## Work instructions
Your answer should be every line of the records that contains the word "reports".

## Given entries
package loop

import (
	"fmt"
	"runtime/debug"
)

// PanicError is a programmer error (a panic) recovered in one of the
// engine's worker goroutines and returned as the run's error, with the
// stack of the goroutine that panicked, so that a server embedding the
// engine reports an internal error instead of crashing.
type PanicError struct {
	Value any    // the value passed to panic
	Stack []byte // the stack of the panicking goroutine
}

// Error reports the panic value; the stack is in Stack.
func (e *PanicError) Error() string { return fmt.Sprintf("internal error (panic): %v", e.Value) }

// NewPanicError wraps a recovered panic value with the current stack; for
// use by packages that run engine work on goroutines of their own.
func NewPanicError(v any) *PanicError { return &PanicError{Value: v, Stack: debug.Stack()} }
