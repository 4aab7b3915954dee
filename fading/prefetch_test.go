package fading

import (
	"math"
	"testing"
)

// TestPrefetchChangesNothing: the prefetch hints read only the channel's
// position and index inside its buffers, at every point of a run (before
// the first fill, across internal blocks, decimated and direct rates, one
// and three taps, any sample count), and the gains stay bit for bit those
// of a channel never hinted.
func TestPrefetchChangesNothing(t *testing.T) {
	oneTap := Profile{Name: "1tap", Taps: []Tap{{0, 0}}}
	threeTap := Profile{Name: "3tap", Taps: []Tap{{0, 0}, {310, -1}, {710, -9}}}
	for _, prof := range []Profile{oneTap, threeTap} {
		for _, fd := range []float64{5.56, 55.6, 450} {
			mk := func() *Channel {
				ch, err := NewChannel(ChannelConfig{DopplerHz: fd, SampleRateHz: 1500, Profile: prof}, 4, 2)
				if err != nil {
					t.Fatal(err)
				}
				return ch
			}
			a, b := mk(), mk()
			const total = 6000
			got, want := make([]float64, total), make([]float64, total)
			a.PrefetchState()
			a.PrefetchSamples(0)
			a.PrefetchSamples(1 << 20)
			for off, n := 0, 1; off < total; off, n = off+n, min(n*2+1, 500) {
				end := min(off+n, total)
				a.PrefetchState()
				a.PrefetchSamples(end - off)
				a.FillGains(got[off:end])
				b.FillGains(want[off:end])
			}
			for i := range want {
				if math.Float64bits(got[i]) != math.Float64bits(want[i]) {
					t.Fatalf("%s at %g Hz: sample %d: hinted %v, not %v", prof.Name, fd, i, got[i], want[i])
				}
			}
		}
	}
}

## Answer to the exercise
// engine reports an internal error instead of crashing.
// Error reports the panic value; the stack is in Stack.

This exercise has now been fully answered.